My second null hypothesis again utilizes G3 grades but now as a binary variable re-coded so that a score of >= 10 is a ‘pass’ while a score of < 10 is a ‘fail’. The other variable is home internet access, ‘internet’ (which is binary yes/no). The null hypothesis is that the proportion of students who ‘pass’ is the same for students with and without home internet access. I will utilize the same alpha value of 0.1 from hypothesis one for consistency.
# Create the binary pass/fail variable
sp$G3_pass = ifelse(sp$G3 >= 10, 1, 0)
For this hypothesis, I will use a normal test of equal proportions. This utilizes a parameterized normal curve based on the absolute difference in proportion between the two groups. I also set the Yates continuity correct to ‘False’ because the amount of data in each cell in the contingency table is large enough so the correction isn’t needed.
table = table(sp$G3_pass, sp$internet)
x = table[2,]
n = colSums(table)
prop.test = prop.test(x = x,
n = n,
alternative = 'two.sided',
correct = F)
prop.test
##
## 2-sample test for equality of proportions without continuity correction
##
## data: x out of n
## X-squared = 5.0504, df = 1, p-value = 0.02462
## alternative hypothesis: two.sided
## 95 percent confidence interval:
## -0.147195128 -0.003553563
## sample estimates:
## prop 1 prop 2
## 0.7880795 0.8634538
The 2 sample normal test for equal proportions shows the sample estimate of group ‘no’ as being 0.788 while the sample estimate of group ‘yes’ is 0.863. This results in a p-value of 0.02462 which is still below our predefined alpha value of 0.1. If the proportions were the same, our data set would be pretty rare. This gives us enough evidence to reject the null hypothesis that the proportion of students who get passing G3 grades with home internet access is the same as students without home internet access.
matrix = matrix(c(32, 68, 119, 430), nrow = 2)
colnames(matrix) = c("No Internet", "Internet")

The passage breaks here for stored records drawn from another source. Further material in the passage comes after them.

//! How are the findings seen at a glance?
//!
//! One function per figure of [`crate::report::figure`], each returning one `<svg>` element for an HTML page.
//!
//! What all figures keep to:
//! - Nothing is told by colour alone: there is always a letter, a hatch, a line style or a marker shape beside it.
//! - Colours are those of Okabe and Ito; text is black or grey on paper, and light on a dark screen.
//! - The title is printed in the picture, because a picture may be copied out of the page and must keep saying whose it is.
//! - A figure is 700 units wide. On A4 with 15 mm margins its text is 9.5 pt; on a narrow screen it scrolls inside `.acro-scroll`.
//! - Up to six weeks fit one A4 page. Longer rosters make a taller figure; for print, give a figure a month at a time.
//!
//! A page includes [`CHART_CSS`] once in a `<style>` and [`pattern_definitions`] once before the first figure.

use crate::render::svg::sheet::{Lettering, Linear, Plane, Sheet};
use crate::render::svg::{Look, lettering};
use crate::report::figure::{CortisolCurve, PhaseClock, Raster, RecoveryStrip};

mod cortisol_curve;
mod palette;
mod phase_clock;
mod raster;
mod recovery_strip;

pub use palette::{CHART_CSS, pattern_definitions};

/// The measured recovery windows of one worker against the limits.
pub fn recovery_strip(figure: &RecoveryStrip, id: &str) -> String {
    recovery_strip::draw(figure, id)
}

/// The double-plotted raster of duty, sleep and biological night.
pub fn raster(figure: &Raster, id: &str) -> String {
    raster::draw(figure, id)
}

/// Modelled cortisol, a row per week.
pub fn cortisol_curve(figure: &CortisolCurve, id: &str) -> String {
    cortisol_curve::draw(figure, id)
}

/// Modelled `CBTmin` by day on a 24-h clock face.
pub fn phase_clock(figure: &PhaseClock, id: &str) -> String {
    phase_clock::draw(figure, id)
}

/// A file of its own from one of the figures: with namespace, style and pattern definitions.
///
/// A text that is not one of the figures comes back with the XML declaration alone.
pub fn standalone(svg: &str) -> String {
    const DECLARATION: &str = "<?xml version=\"1.0\" encoding=\"UTF-8\"?>\n";
    // Text inside the figure is escaped, so the first of each of these marks is the figure's own.
    let parts = svg
        .strip_prefix("<svg ")
        .and_then(|rest| rest.split_once("</desc>"));
    match parts {
        Some((head, body)) => format!(
            "{DECLARATION}<svg xmlns=\"http://www.w3.org/2000/svg\" {head}</desc><style>{CHART_CSS}</style>{defs}{body}",
            defs = palette::DEFINITIONS,
        ),
        None => format!("{DECLARATION}{svg}"),
    }
}

/// Width of every figure, SVG units.
const WIDTH: f64 = 700.0;

/// Height of one line of the heading.
const HEADING_LINE: f64 = 20.0;

/// Height of one line of the key.
const KEY_LINE: f64 = 20.0;

/// Room for the sample in front of a word of the key.
const SAMPLE: f64 = 26.0;

/// The title as printed above the drawing.
struct Heading {
    lines: Vec<String>,
}

impl Heading {
    const SIZE: f64 = 15.0;

    fn new(title: &str) -> Self {
        Self {
            lines: lettering::wrap(title, Self::SIZE, true, WIDTH - 8.0),
        }
    }

    /// Room that the heading takes, SVG units.
    fn height(&self) -> f64 {
        self.lines.iter().map(|_| HEADING_LINE).sum::<f64>() + 8.0
    }

    fn draw(&self, page: &Plane<Linear>) {
        let lettering = Lettering {
            size: Self::SIZE,
            bold: true,
            ..Lettering::START
        };
        let mut y = 12.0;
        for line in &self.lines {
            page.text((4.0, y), line, lettering);
            y += HEADING_LINE;
        }
    }
}

/// How an entry of the key shows what it explains.
#[derive(Debug, Clone, Copy)]
enum Sample {
    /// A box with a look.
    Area(Look),
    /// A line with a look.
    Stroke(Look),
    /// An upright line with a look.
    Upright(Look),
    /// A marker on a line, each with a look.
    Mark(Marker, Look, Look),
    /// Words alone.
    Words,
}

/// Shape of a data point; one per case, so that cases are told apart without colour.
#[derive(Debug, Clone, Copy, PartialEq, Eq)]
enum Marker {
    Disc,
    Diamond,
    Triangle,
}

impl Marker {
    /// Draws the marker on the page; the radius is that of the disc, the others have about its area.
    fn draw(self, page: &Plane<Linear>, (x, y): (f64, f64), radius: f64) {
        match self {
            Self::Disc => page.circle((x, y), radius),
            Self::Diamond => {
                let reach = radius * 1.3;
                page.polygon([
                    (x - reach, y),
                    (x, y - reach),
                    (x + reach, y),
                    (x, y + reach),
                ]);
            }
            Self::Triangle => {
                let (half, up, down) = (radius * 1.2, radius * 1.4, radius * 0.8);
                page.polygon([(x - half, y + down), (x, y - up), (x + half, y + down)]);
            }
        }
    }
}

/// Explains the looks used in a figure, in as many lines as needed.
struct Key {
    entries: Vec<(Sample, String)>,
}

impl Key {
    fn new<'a>(entries: impl IntoIterator<Item = (Sample, &'a str)>) -> Self {
        let entries = entries.into_iter();
        Self {
            entries: entries
                .map(|(sample, words)| (sample, words.to_owned()))
                .collect(),
        }
    }

    /// Where each entry begins, measured from the upper left corner of the key.
    fn places(&self) -> Vec<(f64, f64)> {
        let (mut x, mut y) = (0.0, KEY_LINE / 2.0);
        let mut places = Vec::with_capacity(self.entries.len());
        for (sample, words) in &self.entries {
            let width = sample_room(*sample) + lettering::width(words, 13.0, false) + 20.0;
            if x > 0.0 && x + width > WIDTH {
                (x, y) = (0.0, y + KEY_LINE);
            }
            places.push((x + 4.0, y));
            x += width;
        }
        places
    }

    /// Room that the key takes, SVG units.
    fn height(&self) -> f64 {
        self.places()
            .last()
            .map_or(0.0, |(_, y)| y + KEY_LINE / 2.0)
    }

    /// Draws the key with its upper edge at `top`.
    fn draw(&self, sheet: &Sheet, top: f64) {
        let page = sheet.page();
        for ((sample, words), (x, down)) in self.entries.iter().zip(self.places()) {
            let y = top + down;
            match *sample {
                Sample::Area(look) => {
                    sheet.group(look, || page.rectangle((x, y - 6.0), (x + 20.0, y + 6.0)));
                }
                Sample::Stroke(look) => {
                    sheet.group(look, || page.line([(x, y), (x + 20.0, y)]));
                }
                Sample::Upright(look) => {
                    sheet.group(look, || {
                        page.line([(x + 12.0, y - 7.0), (x + 12.0, y + 7.0)]);
                    });
                }
                Sample::Mark(marker, mark, stroke) => {
                    sheet.group(stroke, || page.line([(x, y), (x + 20.0, y)]));
                    sheet.group(mark, || marker.draw(&page, (x + 10.0, y), 4.0));
                }
                Sample::Words => {}
            }
            page.text((x + sample_room(*sample), y), words, Lettering::START);
        }
    }
}

fn sample_room(sample: Sample) -> f64 {
    match sample {
        Sample::Words => 0.0,
        _ => SAMPLE,
    }
}

#[cfg(test)]
mod tests {
    use super::*;
    use crate::report::figure::{
        Band, BarLook, CurvePoint, DayTick, LimitLine, PhaseDay, RasterRow, Span, WindowBar,
    };

    const TITLE: &str = "Line <7> & \"others\"";

    fn figures() -> Vec<(&'static str, String)> {
        let title = TITLE.to_owned();
        let description = "A <b> & 'c' \"d\"".to_owned();
        let span = |from_h, to_h| Span { from_h, to_h };
        let strip = RecoveryStrip {
            title: title.clone(),
            description: description.clone(),
            bars: [
                BarLook::Compressed,
                BarLook::Narrow,
                BarLook::Unmarked,
                BarLook::NotJudged,
            ]
            .map(|look| WindowBar {
                start: "Mon <1>".to_owned(),
                hours: 90.0,
                look,
            })
            .to_vec(),
            limits: vec![LimitLine {
                hours: 11.0,
                label: "11 h & more".to_owned(),
            }],
        };
        let row = |number: u8| RasterRow {
            label: format!("Sat <{number}>"),
            day_h: 24.0,
            work: vec![span(0.0, 7.25), span(21.5, 24.0)],
            sleep: vec![span(8.5, 13.1), span(14.2, 16.4)],
            biological_night: vec![span(0.0, 6.7), span(22.3, 24.0)],
        };
        let raster_figure = Raster {
            title: title.clone(),
            description: description.clone(),
            rows: (1..=28).map(row).collect(),
        };
        let curve = CortisolCurve {
            title: title.clone(),
            description: description.clone(),
            points: (0..100_u8)
                .map(|n| CurvePoint {
                    at_h: f64::from(n),
                    nmol_l: Band {
                        median: 300.0,
                        p05: 200.0,
                        p95: 400.0 + f64::from(n),
                    },
                })
                .collect(),
            work: vec![span(7.0, 15.0)],
            sleep: vec![span(22.0, 30.0)],
            days: vec![DayTick {
                at_h: 0.0,
                label: "Mon & 09".to_owned(),
            }],
        };
        let day = |case: &str| PhaseDay {
            label: "Mon <9>".to_owned(),
            clock_h: Band {
                median: 4.0,
                p05: 3.0,
                p95: 5.0,
            },
            case: Some(case.to_owned()),
        };
        let clock = PhaseClock {
            title,
            description,
            habitual_h: 4.0,
            days: vec![day("<a>"), day("b & c")],
        };
        vec![
            ("recovery strip", recovery_strip(&strip, "f1")),
            ("raster", raster(&raster_figure, "f2")),
            ("cortisol curve", cortisol_curve(&curve, "f3")),
            ("phase clock", phase_clock(&clock, "f4")),
        ]
    }

    /// Walks the tags and says what is wrong, if anything: enough of XML for what the canvas writes.
    fn fault(xml: &str) -> Option<String> {
        let mut open: Vec<&str> = Vec::new();
        let mut rest = xml;
        while let Some((text, tail)) = rest.split_once('<') {
            let references = text.split('&').skip(1);
            for reference in references {
                let known = ["amp;", "lt;", "gt;", "quot;", "#39;"];
                if !known.iter().any(|name| reference.starts_with(name)) {
                    return Some(format!("bare ampersand before {reference:.20}"));
                }
            }
            let Some((tag, after)) = tail.split_once('>') else {
                return Some(format!("tag without end: {tail:.30}"));
            };
            if tag.contains('<') || tag.matches('"').count() % 2 == 1 {
                return Some(format!("broken tag: {tag}"));
            }
            if let Some(name) = tag.strip_prefix('/') {
                if open.pop() != Some(name) {
                    return Some(format!("</{name}> closes another element"));
                }
            } else if !tag.ends_with('/') && !tag.starts_with('?') {
                open.push(tag.split(' ').next().unwrap_or(tag));
            }
            rest = after;
        }
        open.pop().map(|name| format!("<{name}> is not closed"))
    }

    #[test]
    fn every_figure_is_well_formed_alone_and_in_a_page() {
        for (name, svg) in figures() {
            assert_eq!(fault(&svg), None, "{name}");
            assert_eq!(fault(&standalone(&svg)), None, "{name}");
        }
        assert_eq!(fault(pattern_definitions()), None);
        assert!(fault("<a><b></a>").is_some() && fault("<a>&b</a>").is_some());
    }

    #[test]
    fn every_figure_names_and_describes_itself() {
        for (name, svg) in figures() {
            assert!(svg.contains("role=\"img\" aria-labelledby=\"f"), "{name}");
            assert!(svg.contains("<desc id=\"f"), "{name}");
            // Once for those who hear the figure, once for those who see it.
            assert_eq!(
                svg.matches("Line &lt;7&gt; &amp; &quot;others&quot;")
                    .count(),
                2,
                "{name}"
            );
        }
    }

    #[test]
    fn a_page_has_each_pattern_once_and_a_file_brings_its_own() {
        for (name, svg) in figures() {
            assert!(!svg.contains("<pattern"), "{name}");
            let file = standalone(&svg);
            assert_eq!(file.matches("id=\"acro-fill-narrow\"").count(), 1, "{name}");
            assert_eq!(file.matches("xmlns=").count(), 1, "{name}");
            assert!(
                file.starts_with("<?xml") && file.contains("<style>"),
                "{name}"
            );
        }
    }

    #[test]
    fn a_figure_is_the_same_each_time() {
        assert_eq!(figures(), figures());
    }

    #[test]
    fn colours_live_in_the_style_sheet_alone() {
        for (name, svg) in figures() {
            let drawing = svg.split_once("</desc>").map_or("", |(_, drawing)| drawing);
            assert!(
                !drawing.contains("fill=")
                    && !drawing.contains("stroke=")
                    && !drawing.contains("url("),
                "{name}"
            );
        }
    }

    #[test]
    fn a_raster_of_four_weeks_is_small() {
        let size = figures()[1].1.len();
        assert!(size < 40_000, "{size}");
    }

    #[test]
    fn a_text_that_is_no_figure_is_left_as_it_is() {
        assert!(standalone("<p>x</p>").ends_with("<p>x</p>"));
    }

    #[test]
    fn a_key_longer_than_a_line_goes_on_in_the_next() {
        let words = "a rather long explanation of one look among several";
        let key = Key::new([
            (Sample::Words, words),
            (Sample::Area(palette::DUTY), words),
            (Sample::Words, words),
        ]);
        assert!(key.height() > KEY_LINE);
        assert!(key.places().iter().all(|(x, _)| *x < WIDTH));
    }
}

rownames(matrix) = c("Fail", "Pass")
mosaic(t(matrix),
direction = "v",
highlighting = 2,
highlighting_fill = c("#234990", "#FF994E"),
main = "Mosaic Plot of Proportions",
labeling = labeling_border(
rot_labels = c(0, 0, 0, 0),
just_labels = c("center", "center"),
offset_labels = c(0.5, 0.5, 0.5, 0.5)
))
Above I produced a mosaic plot to visualize the proportions of the groups. First, we can see that the difference in group size is quite large by looking at the width of the boxes. There are many more students with internet access than there are students without it. By looking at the height of the boxes, we can see that in the ‘no internet’ group there are more students that fail. In the ‘internet’ group, there are less students that fail. This matches up with the results from our normal test for equal proportion above. It showed that the difference in passing proportion between students with internet versus without is statistically significant when compared to an alpha threshold of 0.1.